## [Problem description]
The data below holds a line containing "candidates = self._candidates(folder)" and a line containing "if not path.with_name(path.name"; please quote exactly those two lines and every line between them, and nothing else.

Segment Start: Data to examine

class Watcher:
    """Process shot files dropped under a folder.

    Parameters
    ----------
    root : str or Path
        Folder whose sub-folders are sequences.
    data_dir : str or Path, optional
        Store folder; default ``ROOT/.shotcheck`` (hidden, so never scanned).
    model_path : str or Path, optional
        Model file; default the bundled model.
    plan : str
        Shot order of new sequences (a name in :data:`detector.sequence.PLANS`).
    settle_s : float
        A file is taken once its size and modification time have not changed for this long [s].
    report : bool
        Also write the HTML report of every comparison (needs :mod:`detector.report`).

    Raises
    ------
    ShotcheckError
        If ``root`` is not a folder or the model cannot be loaded.
    """

    def __init__(self, root: str | os.PathLike, *, data_dir: str | os.PathLike | None = None,
                 model_path: str | os.PathLike | None = None, plan: str = "iec", settle_s: float = 2.0,
                 report: bool = False):
        from .compare import DEFAULT_MODEL_PATH, default_model
        from .sequence import parse_plan
        from .service.engine import Engine
        from .store import Store

        self.root = Path(root)
        if not self.root.is_dir():
            raise ShotcheckError(f"{self.root}: not a folder; create it or name the folder to watch")
        parse_plan(plan)
        self.plan = plan
        self.settle_s = float(settle_s)
        self.report = bool(report)
        self.store = Store(data_dir if data_dir is not None else self.root / ".shotcheck")
        mp = Path(model_path) if model_path is not None else None
        self.engine = Engine(self.store, default_model(mp), mp or DEFAULT_MODEL_PATH)
        self._seen: dict[Path, _Seen] = {}
        self._finished: dict[Path, tuple] = {}
        self._told_missing: set[Path] = set()
        self._stop = threading.Event()

    # ---- discovery ------------------------------------------------------------------------------
    def _signature(self, path: Path) -> tuple[int, int] | None:
        try:
            st = path.stat()
        except OSError:
            return None
        return st.st_size, st.st_mtime_ns

    def _stable(self, path: Path, now: float) -> bool:
        sig = self._signature(path)
        if sig is None or sig[0] == 0:
            self._seen.pop(path, None)
            return False
        prev = self._seen.get(path)
        if prev is None or prev.signature != sig:
            self._seen[path] = _Seen(sig, now)
            return self.settle_s <= 0
        return now - prev.since >= self.settle_s

    @staticmethod
    def _is_input(p: Path) -> bool:
        n = p.name
        return (not n.startswith(".") and p.is_file() and n.lower().endswith(_INPUT_SUFFIXES)
                and not n.lower().endswith(RESULT_SUFFIXES))

    @staticmethod
    def _parts(path: Path) -> list[Path]:
        """The files of one record: a .cfg with its .dat (+ .inf, .hdr), or the file alone; [] if incomplete."""
        if path.suffix.lower() != ".cfg":
            return [path]
        dat = next((q for q in (path.with_suffix(".dat"), path.with_suffix(".DAT")) if q.is_file()), None)
        if dat is None:
            return []
        extra = [q for s in (".inf", ".hdr", ".INF", ".HDR") if (q := path.with_suffix(s)).is_file()]
        return [path, dat, *extra]

    def _candidates(self, folder: Path) -> list[Path]:
        return sorted(p for p in folder.iterdir() if self._is_input(p))

    # ---- processing -----------------------------------------------------------------------------
    def scan_once(self) -> list[dict[str, Any]]:
        """One pass over every sequence folder; returns what was processed in this pass.

        Returns
        -------
        list of dict
            ``{'file', 'status' ('done' | 'failed'), 'detail'}`` per processed file.
        """
        out: list[dict[str, Any]] = []
        now = time.monotonic()
        for folder in sorted(p for p in self.root.iterdir() if p.is_dir() and not p.name.startswith(".")):
            candidates = self._candidates(folder)
            groups = [self._parts(path) for path in candidates]
            stable = [bool(parts) and all([self._stable(p, now) for p in parts]) for parts in groups]
            for path, parts, ready in zip(candidates, groups, stable, strict=True):
                if self._stop.is_set():
                    return out
                if not parts and self._stable(path, now):
                    self._tell_missing_dat(folder, path)
                if not ready:
                    break  # still being written (or its .dat still to come): keep the order, look again later
                path = parts[0]
                rel = f"{folder.name}/{path.name}"
                sig = tuple(self._seen[p].signature for p in parts)
                if self._finished.get(path) == sig:
                    continue
                try:
                    digest = hashlib.sha256(b"".join(hashlib.sha256(p.read_bytes()).digest()
                                                     for p in parts)).hexdigest()
                except OSError:  # removed or locked by its writer meanwhile: look again next pass
                    for p in parts:
                        self._seen.pop(p, None)
                    break
                status = self.store.watch_status(rel, digest)
                if status in ("done", "failed"):
                    if not path.with_name(path.name + _RESULT_OF[status]).is_file():
                        # this content's result went when a later version of the file replaced it (and that
                        # version's result went when this content came back): write it again
                        out.append(self._process(folder, parts, rel, digest))
                elif self.store.watch_claim(rel, digest):
                    out.append(self._process(folder, parts, rel, digest))
                self._finished[path] = sig
        return out

    def _tell_missing_dat(self, folder: Path, cfg: Path) -> None:
        """A settled .cfg without its .dat holds up the shots after it (they are taken in order): say so
        once, in its error file and the log, and keep waiting for the .dat."""
        if cfg in self._told_missing:
            return
        self._told_missing.add(cfg)
        later = [p.name for p in self._candidates(folder) if p.name > cfg.name]
        text = (f"shotcheck is waiting for {cfg.with_suffix('.dat').name}, the data file of {cfg.name}; "
                + (f"the {len(later)} shot file(s) after it in {folder.name} wait too (shots are taken in order)"
                   if later else "the shot is taken when it arrives"))
        _log.warning("%s/%s: %s", folder.name, cfg.name, text)
        _atomic_write(cfg.with_name(cfg.name + ".error.txt"), text + "\n")

    def _sequence_for(self, folder: Path) -> str:
        sid = self.store.find_sequence("watch_folder", folder.name)
        if sid is None:
            label = folder.name[:100]
            view = self.engine.create_sequence(label, label, self.plan, {"watch_folder": folder.name},
                                               actor="watcher")
            sid = view["id"]
        return sid

    def _process(self, folder: Path, parts: list[Path], rel: str, digest: str) -> dict[str, Any]:
        from .service.engine import InputError

        main = parts[0]
        verdict_path = main.with_name(main.name + ".verdict.json")
        error_path = main.with_name(main.name + ".error.txt")
        try:
            try:
                files = [(p.name, p.read_bytes()) for p in parts]
            except OSError as exc:
                raise ShotcheckError(f"{main.name}: cannot read the file ({exc.strerror or exc})") from None
            rec = self.store.put_record(files)
            record = self.engine.read(rec, field="record")
            kind, level = kind_and_level(dict(record.meta), main.name)
            sid = self._sequence_for(folder)
            shot, _ = self.engine.add_shot(sid, rec, kind=kind, level_percent=level, actor="watcher")
            _atomic_write(verdict_path, json.dumps(shot, indent=1))
            _remove(error_path)  # an earlier version of the file failed: its error no longer holds
            report_path = main.with_name(main.name + ".report.html")
            if self.report and shot.get("comparison") and shot["comparison"]["status"] == "done":
                self._write_report(shot["comparison"]["id"], main)
            else:
                _remove(report_path)
            result = {"file": rel, "status": "done", "detail": shot["id"]}
        except (InputError, ShotcheckError) as exc:
            field = getattr(exc, "field", None)
            reason = f"shotcheck could not process {main.name}: {exc}" + (f" (field: {field})" if field else "")
            _atomic_write(error_path, reason + "\n")
            _remove(verdict_path, main.with_name(main.name + ".report.html"))  # an earlier version's results
            result = {"file": rel, "status": "failed", "detail": str(exc)}
        except Exception as exc:  # a fault of shotcheck, not of the file: record it rather than crash-loop
            _log.exception("processing %s failed", rel)
            reason = (f"shotcheck failed on {main.name} with an internal error ({type(exc).__name__}); "
                      "please report it with this file")
            _atomic_write(error_path, reason + "\n")
            _remove(verdict_path, main.with_name(main.name + ".report.html"))
            result = {"file": rel, "status": "failed", "detail": f"internal error: {type(exc).__name__}: {exc}"}
        self.store.watch_finish(rel, digest, result["status"], result)
        return result

    def _write_report(self, cid: str, main: Path) -> None:
        try:
            from . import report
        except ImportError:
            return
        verdict, row = self.engine.verdict_object(cid)
        dest = main.with_name(main.name + ".report.html")
        tmp = main.with_name(f".{main.name}.report.tmp.html")
        report.write_report(verdict, tmp, reference_name=row["reference_name"], test_name=row["test_name"])
        os.replace(tmp, dest)

    # ---- loop -----------------------------------------------------------------------------------
    def stop(self) -> None:
        """Ask :meth:`run` to return after the file in hand."""
        self._stop.set()

    def run(self, *, interval_s: float = 1.0, max_runtime_s: float | None = None,
            idle_exit_s: float | None = None) -> int:
        """Scan until stopped (SIGINT/SIGTERM), ``max_runtime_s`` passes, or nothing new for ``idle_exit_s``.

        Parameters
        ----------
        interval_s : float
            Pause between passes [s].
        max_runtime_s, idle_exit_s : float, optional
            Bounds for unattended runs and tests [s].

        Returns
        -------
        int
            Number of files processed.
        """
        if threading.current_thread() is threading.main_thread():
            for sig in (signal.SIGINT, signal.SIGTERM):
                signal.signal(sig, lambda *_: self.stop())
        start = last = time.monotonic()
        n = 0
        while not self._stop.is_set():
            done = self.scan_once()
            n += len(done)
            now = time.monotonic()
            if done or any(True for _ in self._pending()):
                last = now
            if max_runtime_s is not None and now - start >= max_runtime_s:
                break
            if idle_exit_s is not None and now - last >= idle_exit_s:
                break
            self._stop.wait(interval_s)
        return n

    def _pending(self):
        """Files seen but not yet stable (keeps an idle exit from firing while a file is being written)."""
        now = time.monotonic()
        return (p for p, s in self._seen.items() if now - s.since < self.settle_s)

Segment End: Data to examine

## [Finished task]
            candidates = self._candidates(folder)
            groups = [self._parts(path) for path in candidates]
            stable = [bool(parts) and all([self._stable(p, now) for p in parts]) for parts in groups]
            for path, parts, ready in zip(candidates, groups, stable, strict=True):
                if self._stop.is_set():
                    return out
                if not parts and self._stable(path, now):
                    self._tell_missing_dat(folder, path)
                if not ready:
                    break  # still being written (or its .dat still to come): keep the order, look again later
                path = parts[0]
                rel = f"{folder.name}/{path.name}"
                sig = tuple(self._seen[p].signature for p in parts)
                if self._finished.get(path) == sig:
                    continue
                try:
                    digest = hashlib.sha256(b"".join(hashlib.sha256(p.read_bytes()).digest()
                                                     for p in parts)).hexdigest()
                except OSError:  # removed or locked by its writer meanwhile: look again next pass
                    for p in parts:
                        self._seen.pop(p, None)
                    break
                status = self.store.watch_status(rel, digest)
                if status in ("done", "failed"):
                    if not path.with_name(path.name + _RESULT_OF[status]).is_file():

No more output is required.